Namun, di balik semua kemudahan itu, jangan sampai mengabaikan keamanan data pribadi karena seiring tingginya transaksi uang elektronik juga berpotensi meningkatkan tindak kejahatan siber.
Baca Juga
Head of Digital Marketing Chronox, Idul Futra, mengatakan pertumbuhan transaksi belanja menggunakan uang elektronik sudah menjadi tren dan keseharian.
Advertisement
“Uang elektronik atau e-money banyak menawarkan kemudahan, seperti transaksi bisa dilakukan jarak jauh, tak perlu membawa banyak uang tunai di dompet, transaksi bisa dilakukan lebih cepat, dan segala transaksi tercatat rapi lewat riwayat yang ada,” ujarnya dalam webinar bertema 'Mudahnya Transaksi Digital dengan Uang Elektronik' di Pontianak, dikutip Senin (10/10/2022).
Sementara itu, dalam Webinar yang diselenggarakan Kemkominfo bersama Gerakan Nasional Literasi Digital (GNLD) Siberkreasi ini, Dosen Program Studi Ilmu Komunikasi Universitas Budi Luhur, Rocky Prasetyo Jati, menyarankan pengguna untuk memakai situs web yang terpercaya.
Selain itu, pelajari platform digital dengan baik dan memastikan koneksi internet aman dan lancar tak ada kendala. Selain itu, disarankan untuk tidak menggunakan jaringan Wi-Fi publik yang gratis.
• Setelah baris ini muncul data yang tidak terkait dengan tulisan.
import { beforeEach, describe, expect, it } from 'vitest';
import { compareMetric, type ComparisonRequest } from '../../src/analysis/compare.js';
import type { RunOutcome } from '../../src/analysis/runValues.js';
import { resolveOptions } from '../../src/analysis/options.js';

// METHODS.md check inputs (values from scipy 1.10.1 there; the rest checked by tests/reference/analysis_reference.py).
const A = [71.2, 69.8, 73.1, 70.4, 72.0];
const B = [68.9, 70.1, 69.5, 71.0, 67.8, 70.6, 69.2];
const C = [72, 70, 74, 70, 72];
const D = [69, 70, 68, 71, 70, 67, 72];

const arm = (values: readonly (number | null)[], diverged: readonly number[] = [], seed0 = 1): RunOutcome[] =>
  values.map((value, i) => ({
    run: `r${seed0 + i}`,
    seed: String(seed0 + i),
    config: 'x',
    value: diverged.includes(i) ? null : value,
    loggedAt: 0,
    failed: diverged.includes(i) ? 'diverged' : null,
    censored: false,
    stale: false,
    note: null,
  }));

function request(
  candidate: readonly (number | null)[],
  baseline: readonly (number | null)[],
  over: Partial<ComparisonRequest> = {},
): ComparisonRequest {
  return {
    metric: 'acc',
    goal: 'max',
    goalInferred: false,
    summary: 'final',
    reachValue: null,
    task: null,
    baseline: 'base',
    candidate: 'cand',
    step: null,
    baselineRuns: arm(baseline),
    candidateRuns: arm(candidate),
    ...over,
  };
}

const settings = resolveOptions({});
const one = (r: ComparisonRequest, s = settings): ReturnType<typeof compareMetric>['comparisons'][number] => {
  const c = compareMetric([r], s).comparisons[0];
  if (c === undefined) throw new Error('no comparison');
  return c;
};

describe('compareMetric on METHODS.md check values (candidate A, baseline B)', () => {
  // In beforeEach, not while collecting: mutation runs count collection-time work as "static" and
  // then run every test for each such mutant (DEVELOPERS.md, "Mutation testing").
  let c = {} as ReturnType<typeof one>;
  beforeEach(() => {
    c = one(request(A, B));
  });

  it('Welch (primary), its interval, permutation and Mann-Whitney', () => {
    expect(c.tests.welch.statistic).toBeCloseTo(2.4022431408862186, 12);
    expect(c.tests.welch.df).toBeCloseTo(7.701328923514923, 10);
    expect(c.p).toBeCloseTo(0.04418107272139468, 12);
    expect(c.difference.method).toBe('welch-t');
    expect(c.difference.estimate).toBeCloseTo(71.3 - 487.1 / 7, 12);
    // t quantile at fractional df: stdlib v scipy agree to ~2e-10
    expect(c.difference.low).toBeCloseTo(0.057502837562101, 9);
    expect(c.difference.high).toBeCloseTo(3.371068591009343, 9);
    expect(c.tests.permutation).toEqual({ p: 27 / 792, exact: true });
    expect(c.tests.mannWhitney.u).toBe(30);
    expect(c.tests.mannWhitney.p).toBeCloseTo(0.04797979797979798, 14);
    expect(c.tests.mannWhitney.exact).toBe(true);
    expect(c.n).toEqual({ baseline: 7, candidate: 5 });
  });

  it("effect sizes: Hedges' g with its noncentral-t interval, Cliff's delta and P(improvement)", () => {
    const J = 0.922745608053087;
    expect(c.effect.hedgesG).toBeCloseTo(1.341293840469836, 10);
    expect(c.effect.hedgesGLow).toBeCloseTo(J * 0.11761377366, 8);
    expect(c.effect.hedgesGHigh).toBeCloseTo(J * 2.73461003886, 8);
    expect(c.effect.cliffsDelta).toBeCloseTo(0.714285714, 8);
    expect(c.effect.probabilityOfImprovement).toBeCloseTo(0.857142857, 8);
    expect(c.effect.cliffsDeltaLow).toBeCloseTo(0.00061319297, 8);
    expect(c.effect.cliffsDeltaHigh).toBeCloseTo(0.94588140903, 8);
  });

  it(
    'detectable: pooled sd and minimum detectable difference at 80% power (no post-hoc seeds for the observed ' +
      'difference)',
    () => {
      // scipy 1.10.1 (tests/reference/analysis_reference.py): pooled sd 1.1793460657742232; noncentral-t MDE at 5 v 7
      // (brentq on nct power) = 1.8210108583 sd = 2.1476019914743016 metric units.
      expect(c.detectable.sd).toBeCloseTo(1.1793460657742232, 12);
      expect(c.detectable.minimumEffect).toBeCloseTo(2.1476019914743016, 6);
      expect(Object.keys(c.detectable)).toEqual(['sd', 'minimumEffect']);
    },
  );

  it('verdict: better for goal max; for goal min the same data is worse and P(improvement) flips', () => {
    expect(c.verdict).toBe('better');
    expect(c.pAdjusted).toBeCloseTo(0.04418107272139468, 12);
    expect(c.cautions).toContain('unequal seed counts (5 candidate v 7 baseline)');
    const min = one(request(A, B, { goal: 'min' }));
    expect(min.verdict).toBe('worse');
    expect(min.effect.probabilityOfImprovement).toBeCloseTo(1 / 7, 8);
    // One sign convention (METHODS.md "Effect sizes"): g and Cliff's delta are candidate minus baseline in the
    // metric's own direction, whatever the goal; only P(candidate better) follows the goal.
    expect(min.effect.cliffsDelta).toBeCloseTo(0.714285714, 8);
    expect(min.effect.cliffsDeltaLow).toBeCloseTo(0.00061319297, 8);
    expect(min.effect.hedgesG).toBeCloseTo(1.341293840469836, 10);
    // lower is better and the candidate is lower: better
    expect(one(request(B, A, { goal: 'min' })).verdict).toBe('better');
    expect(one(request(B, A)).verdict).toBe('worse');
  });
});

describe('multiple comparisons within one family', () => {
  it('Holm across the family (Welch p .04418 and .07120 both become .08836, so neither is better)', () => {
    // Holm by hand: sorted p .04418 x 2 = .08836; .07120 x 1 = .07120 -> max with previous = .08836.
    const { comparisons } = compareMetric(
      [request(A, B, { candidate: 'a' }), request(C, D, { candidate: 'c' })],
      settings,
    );
    expect(comparisons.map((x) => x.p)).toEqual([
      expect.closeTo(0.04418107272139468, 12),
      expect.closeTo(0.07119723188477407, 12),
    ]);
    expect(comparisons.map((x) => x.pAdjusted)).toEqual([
      expect.closeTo(0.08836214544278936, 12),
      expect.closeTo(0.08836214544278936, 12),
    ]);
    expect(comparisons.map((x) => x.verdict)).toEqual(['inconclusive', 'inconclusive']);
    const bh = compareMetric([request(A, B), request(C, D)], resolveOptions({ correction: 'bh' })).comparisons;
    expect(bh.map((x) => x.pAdjusted)).toEqual([
      expect.closeTo(0.07119723188477407, 12),
      expect.closeTo(0.07119723188477407, 12),
    ]);
    const none = compareMetric([request(A, B), request(C, D)], resolveOptions({ correction: 'none' })).comparisons;
    expect(none[0]?.verdict).toBe('better');
  });

  it('the permutation stream is seeded per comparison, so order does not matter', () => {
    const x = Array.from({ length: 15 }, (_, i) => Math.sin(i + 1) + 0.3);
    const y = Array.from({ length: 15 }, (_, i) => Math.cos(i + 1));
    const r1 = request(x, y, { candidate: 'one' });
    const r2 = request(y, x, { candidate: 'two' });
    const ab = compareMetric([r1, r2], settings).comparisons;
    const ba = compareMetric([r2, r1], settings).comparisons;
    expect(ab[0]?.tests.permutation.exact).toBe(false); // C(30, 15) > 200,000: random relabelings
    expect(ab[0]?.tests.permutation.p).toBe(ba[1]?.tests.permutation.p);
    expect(ab[1]?.tests.permutation.p).toBe(ba[0]?.tests.permutation.p);
  });
});

describe('diverged runs', () => {
  const withDiverged: ComparisonRequest = { ...request(A, B), candidateRuns: arm([...A, null], [5]) };

  it('exclude (default): left out, counted, said', () => {
    const c = one(withDiverged);
    expect(c.n.candidate).toBe(5);
    expect(c.diverged).toEqual({ baseline: 0, candidate: 1 });
    expect(c.p).toBeCloseTo(0.04418107272139468, 12);
    expect(c.failures).toEqual({
      baseline: { runs: 7, diverged: 0, short: 0 },
      candidate: { runs: 6, diverged: 1, short: 0 },
      // scipy.stats.fisher_exact([[0, 7], [1, 5]]).pvalue = 0.46153846153846156
      fisherP: expect.closeTo(6 / 13, 12) as unknown as number,
    });
    expect(c.cautions).toContain(
      '1 failed run left out of the values: baseline 0 of 7 failed, candidate 1 of 6 failed (1 diverged); ' +
        "Fisher's exact test on the failure counts p = 0.462",
    );
  });

  it('worst: counted as the worst value observed in the comparison (goal-aware)', () => {
    const c = one(withDiverged, resolveOptions({ failed: 'worst' }));
    expect(c.n.candidate).toBe(6);
    expect(c.mean.candidate).toBeCloseTo((356.5 + 67.8) / 6, 12); // worst for max = min of A and B = 67.8
    expect(c.cautions).toContain(
      '1 failed run scored as the worst value observed in this comparison: baseline 0 of 7 failed, candidate 1 ' +
        "of 6 failed (1 diverged); Fisher's exact test on the failure counts p = 0.462",
    );
    // the old option name still works
    const min = one({ ...withDiverged, goal: 'min' }, resolveOptions({ diverged: 'worst' }));
    expect(min.mean.candidate).toBeCloseTo((356.5 + 73.1) / 6, 12); // worst for min = max = 73.1
  });
});

describe('--paired and --margin', () => {
  // scipy 1.10.1 (tests/reference/analysis_reference.py):
  // ttest_rel(P1, P0) t 3.362691229906825, df 5, p 0.0200489220167276,
  // wilcoxon exact p 0.0625. Interval (0.16489071939106448, 1.2351092806089412) with the exact t quantile
  // (mpmath, 40 digits); scipy 1.10.1's ttest_rel interval is 2.0e-10 off (its t.ppf(.975, 5) is 9.8e-10 high).
  const P1 = [71.2, 69.8, 73.1, 70.4, 72.0, 70.9];
  const P0 = [70.1, 69.9, 71.8, 70.0, 71.1, 70.3];

  it('pairs the seeds present in both arms: paired t primary, Wilcoxon beside', () => {
    const r: ComparisonRequest = {
      ...request(P1, P0),
      candidateRuns: [...arm(P1), ...arm([99], [], 7)],
    };
    const c = one(r, resolveOptions({ paired: true }));
    expect(c.tests.paired?.pairs).toBe(6);
    expect(c.tests.paired?.t).toBeCloseTo(3.362691229906825, 10);
    expect(c.tests.paired?.df).toBe(5);
    expect(c.p).toBeCloseTo(0.020048922016727606, 10);
    expect(c.tests.paired?.wilcoxonP).toBeCloseTo(0.0625, 12);
    expect(c.difference).toMatchObject({
      method: 't',
      low: expect.closeTo(0.16489071939106448, 10),
      high: expect.closeTo(1.2351092806089412, 10),
    });
    expect(c.verdict).toBe('better');
    expect(c.n.candidate).toBe(7);
  });

  it('non-inferiority: one-sided Welch against the margin, in the goal direction', () => {
    // scipy 1.10.1: ttest_ind(A + 2, B, equal_var=False, alternative='greater') p 0.000461317630382501
    const max = one(request(A, B), resolveOptions({ margin: 2 }));
    expect(max.nonInferiority?.p).toBeCloseTo(0.0004613176303825015, 12);
    expect(max.nonInferiority?.holds).toBe(true);
    // goal min, candidate B v baseline A, margin 0.5: ttest_ind(B - 0.5, A, alternative='less') p 0.007652026712195942
    const min = one(request(B, A, { goal: 'min' }), resolveOptions({ margin: 0.5 }));
    expect(min.nonInferiority?.p).toBeCloseTo(0.007652026712195942, 12);
    expect(one(request(A, B)).nonInferiority).toBeNull();
  });
});

describe('when tests cannot run: nulls, inconclusive, a caution - never a crash', () => {
  it('one seed in an arm', () => {
    const c = one(request([70], B));
    expect(c.tests.welch).toEqual({ statistic: null, df: null, p: null });
    expect(c.p).toBeNull();
    expect(c.verdict).toBe('inconclusive');
    expect(c.difference).toMatchObject({ method: 'none', low: null, high: null });
    expect(c.effect.hedgesG).toBeNull();
    expect(c.cautions.some((l) => l.includes('fewer than 2 seeds in an arm (1 v 7)'))).toBe(true);
  });

  it('zero spread in both arms and different values: the exact permutation test decides, with a caution', () => {
    // 4 v 4 distinct groups: the observed split is one of the 2 most extreme of C(8, 4) = 70 (first principles).
    const c = one(request([2, 2, 2, 2], [1, 1, 1, 1]));
    expect(c.primary).toBe('permutation');
    expect(c.p).toBeCloseTo(2 / 70, 14);
    expect(c.tests.welch.p).toBeNull();
    expect(c.verdict).toBe('better');
    expect(c.cautions.some((l) => l.startsWith('zero spread in both arms and the arms differ'))).toBe(true);
    // 3 v 3: 2/20 = 0.1 cannot reach alpha: inconclusive
    expect(one(request([2, 2, 2], [1, 1, 1])).verdict).toBe('inconclusive');
    // the same value everywhere: nothing to test
    const same = one(request([1, 1, 1, 1], [1, 1, 1, 1]));
    expect(same.verdict).toBe('inconclusive');
  });

  it('an arm without any value is not compared; a problem says so', () => {
    const r = compareMetric([{ ...request(A, B), candidateRuns: arm([null, null], [0, 1]) }], settings);
    expect(r.comparisons).toEqual([]);
    expect(r.problems.map((p) => p.code)).toEqual(['few-seeds']);
  });
});

describe('cautions and intervals by seed count', () => {
  it('3 v 3: no rank or permutation test can reach alpha; no resampling interval under --interval bca', () => {
    const c = one(request([3, 4, 5], [1, 2, 3.5]), resolveOptions({ interval: 'bca' }));
    expect(c.difference.method).toBe('welch-t');
    expect(c.cautions).toContain(
      'with 3 v 3 seeds no rank or permutation test can reach p < 0.05 (smallest two-sided p = 0.1)',
    );
    expect(c.cautions.some((l) => l.startsWith('no bootstrap interval with 3 seeds in an arm'))).toBe(true);
  });

  it("a 'better' verdict on 4 v 4 seeds is called fragile", () => {
    const c = one(request([10, 11, 12, 13], [1, 2, 3, 4]));
    expect(c.verdict).toBe('better');
    expect(c.cautions).toContain(
      "the 'better' verdict rests on 4 v 4 seeds: fragile; confirm it with more seeds before claiming it",
    );
  });

  it(
    'the headline interval is Welch at every n; BCa is given beside from 10 runs per arm, headline only under ' +
      '--interval bca',
    () => {
      const x = (n: number, shift: number): number[] => Array.from({ length: n }, (_, i) => Math.sin(3 * i) + shift);
      const nine = one(request(x(9, 1), x(20, 0)));
      expect(nine.difference.method).toBe('welch-t');
      expect(nine.difference.bca).toBeNull();
      const thirty = one(request(x(30, 1), x(30, 0)));
      expect(thirty.difference.method).toBe('welch-t');
      const bca = thirty.difference.bca;
      expect(bca).not.toBeNull();
      expect(bca?.low).toBeLessThan(thirty.difference.estimate as number);
      expect(bca?.high).toBeGreaterThan(thirty.difference.estimate as number);
      const headline = one(request(x(5, 1), x(5, 0)), resolveOptions({ interval: 'bca' }));
      expect(headline.difference.method).toBe('bca');
      expect(headline.difference.low).toBe(headline.difference.bca?.low);
    },
  );

  it('an inferred goal is said in the comparison and recorded as a problem once per metric', () => {
    const r = compareMetric(
      [request(A, B, { goalInferred: true }), request(C, D, { goalInferred: true, candidate: 'c' })],
      settings,
    );
    expect(r.comparisons[0]?.cautions).toContain(
      "higher is better was inferred from the name 'acc'; say --metric acc:min if that is wrong",
    );
    const inferred = r.problems.filter((p) => p.code === 'goal-inferred');
    expect(new Set(inferred.map((p) => p.message)).size).toBe(1);
  });
});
“Jangan lupa untuk aktif rajin mengganti kata sandi dan menerapkan two factor authentication atau pengamanan dua langkah (verifikasi). Lalu, gunakan saldo yang ada sesuai kebutuhan,” tuturnya.
Modus Kejahatan
Kemudian, Dosen Ilmu Komunikasi Universitas Dian Nuswantoro, Astini Kumalasari, mengingatkan bahwa seiring tingginya transaksi keuangan secara elektronik juga berpotensi meningkatkan tindak kejahatan siber.
Beberapa modus yang kerap digunakan pelaku kejahatan keuangan secara online adalah dengan metode skimming, yaitu pencurian data informasi pribadi pada kartu debit seseorang.
Cara lainnya yang juga banyak dipakai pelaku kejahatan adalah metode phishing atau pengelabuan lewat e-mail, SMS, atau web palsu.
“Ada pula yang menggunakan metode SIM swap dengan mengambil alih nomor telepon seluler korban dan menggunakannya untuk mengakses layanan keuangan milik korban,” Dian mengungkapkan.
Advertisement
Penggunaan Uang Elektronik
Mengutip data Hootsuite per Februari 2022, pengguna internet di Indonesia di rentang usia 16 tahun sampai 64 tahun tercatat menggunakan layanan keuangan online.
Dari rentang usia tersebut, sebanyak 28,8% menggunakan situs perbankan, investasi, asuransi, dan aplikasi seluler setiap bulan. Lalu, sebanyak 21,6% menggunakan layanan mobile payment dan sebanyak 16,4% memiliki aset kripto.
Masih di rentang usia yang sama, sebanyak 60,6% membeli produk secara online dan 18,3% menggunakan layanan online price comparison, dan sebanyak 43,3% menggunakan layanan pay later.